集群计算教程 - 问题与传播

-1

虽然下面这个非常有趣的教程（https://rpubs.com/hrbrmstr/customer-segmentation-r），我遇到了一个我真的不明白的错误。集群计算教程 - 问题与传播

以下是导致消息'错误：值列'n'在输入中不存在的代码片段。在Rstudio 1.0.136中：

library(readxl) 
library(dplyr) 
library(tidyr) 
library(viridis) 
library(ggplot2) 
library(ggfortify) 

url <- "http://blog.yhathq.com/static/misc/data/WineKMC.xlsx" 
fil <- basename(url) 
if (!file.exists(fil)) download.file(url, fil) 

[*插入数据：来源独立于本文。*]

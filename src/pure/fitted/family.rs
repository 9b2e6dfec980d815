//! Families of molecules: errors are reported and intervals are set by them.

use super::described::Described;
use super::table::{CARBOXYL, PHOSPHORUS_OR_BORON, SILICON};

/// The family of a molecule, by what is in it; the first that fits.
#[derive(Clone, Copy, Debug, Default, PartialEq, Eq, PartialOrd, Ord)]
pub enum Family {
    /// Silicon.
    Silicon,
    /// Phosphorus or boron.
    PhosphorusAndBoron,
    /// Sulfur.
    Sulfur,
    /// Fluorine.
    Fluorides,
    /// Nitrogen and oxygen.
    NitrogenWithOxygen,
    /// Chlorine, bromine or iodine beside oxygen or nitrogen.
    HalidesWithOxygenOrNitrogen,
    /// Chlorine, bromine or iodine.
    Halides,
    /// Nitrogen.
    AminesNitrilesHeterocycles,
    /// A carboxyl group.
    Acids,
    /// Hydroxyl and doubly bound oxygen.
    HydroxyCarbonyls,
    /// Hydroxyl and an aromatic ring.
    PhenolsAndAromaticAlcohols,
    /// Hydroxyl.
    Alcohols,
    /// Doubly bound oxygen.
    KetonesAldehydesEsters,
    /// Oxygen.
    Ethers,
    /// An aromatic ring.
    AromaticHydrocarbons,
    /// None of these.
    #[default]
    OtherHydrocarbons,
}

impl Family {
    /// How many there are.
    pub const COUNT: usize = 16;

    /// The family of a molecule.
    pub fn of(described: &Described) -> Self {
        let has = |class: usize| described.has_class(class);
        // in the order of the table of classes
        let (hydroxyl, carbonyl, aromatic, sulfur) = (has(0), has(2), has(7), has(8));
        let (oxygen, nitrogen) = (hydroxyl || carbonyl || has(3), has(1) || has(4));
        // fluorine is a halogen, too: it is asked for first
        let (halogen, fluorine) = (has(5), has(6));
        match () {
            () if has(SILICON) => Self::Silicon,
            () if has(PHOSPHORUS_OR_BORON) => Self::PhosphorusAndBoron,
            () if sulfur => Self::Sulfur,
            () if fluorine => Self::Fluorides,
            () if nitrogen && oxygen => Self::NitrogenWithOxygen,
            () if halogen && (oxygen || nitrogen) => Self::HalidesWithOxygenOrNitrogen,
            () if halogen => Self::Halides,
            () if nitrogen => Self::AminesNitrilesHeterocycles,
            () if has(CARBOXYL) => Self::Acids,
            () if hydroxyl && carbonyl => Self::HydroxyCarbonyls,
            () if hydroxyl && aromatic => Self::PhenolsAndAromaticAlcohols,
            () if hydroxyl => Self::Alcohols,
            () if carbonyl => Self::KetonesAldehydesEsters,
            () if oxygen => Self::Ethers,
            () if aromatic => Self::AromaticHydrocarbons,
            () => Self::OtherHydrocarbons,
        }
    }

    /// Its name in reports.
    pub const fn id(self) -> &'static str {
        match self {
            Self::Silicon => "silicon",
            Self::PhosphorusAndBoron => "phosphorus and boron",
            Self::Sulfur => "sulfur",
            Self::Fluorides => "fluorides",
            Self::NitrogenWithOxygen => "nitrogen with oxygen",
            Self::HalidesWithOxygenOrNitrogen => "halides with oxygen or nitrogen",
            Self::Halides => "chlorides bromides iodides",
            Self::AminesNitrilesHeterocycles => "amines nitriles heterocycles",
            Self::Acids => "acids",
            Self::HydroxyCarbonyls => "hydroxy carbonyls",
            Self::PhenolsAndAromaticAlcohols => "phenols and aromatic alcohols",
            Self::Alcohols => "alcohols",
            Self::KetonesAldehydesEsters => "ketones aldehydes esters",
            Self::Ethers => "ethers",
            Self::AromaticHydrocarbons => "aromatic hydrocarbons",
            Self::OtherHydrocarbons => "other hydrocarbons",
        }
    }
}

offers <- read_excel(fil, sheet = 1) 
colnames(offers) <- c("offer_id", "campaign", "varietal", "min_qty", "discount", "origin", "past_peak") 
head(offers, 12) 

transactions <- read_excel(fil, sheet = 2) 
colnames(transactions) <- c("customer_name", "offer_id") 
transactions$n <- 1 
head(transactions) 

left_join(offers, transactions, by="offer_id") %>% 
    count(customer_name, offer_id, wt=n) %>% 
    spread(offer_id, n) %>% 
    mutate_each(funs(ifelse(is.na(.), 0, .))) -> dat

最后一行是创建问题的行。

有人会知道为什么吗？

来源

2017-04-17 Romain

一般来说，你应该在这里发布一个可重复的例子，而不是使用一个在几年内易于破解的链接。一些指导：http://stackoverflow.com/questions/5963269/how-to-make-a-great-r-reproducible-example/28481250#28481250另外，当然，你应该确定你使用的是哪种工具本身。 “传播”是不是在R的东西。 – Frank

当然，我的不好，我修改了一个可重复的例子 – Romain

原来的帖子好的谢谢。如果它需要一些数据的博客，它仍然不是长期可重复的。另外，如果你需要加载所有这些软件包，那大概只有dplyr，这并不是很简单。理想是[mcve]。无论如何，您可以通过查看'count'步骤是否生成一个名为'n'的列来开始调试。 – Frank

请看看手册页的?dplyr::count：

Note

The column name in the returned data is usually n, even if you have supplied a weight.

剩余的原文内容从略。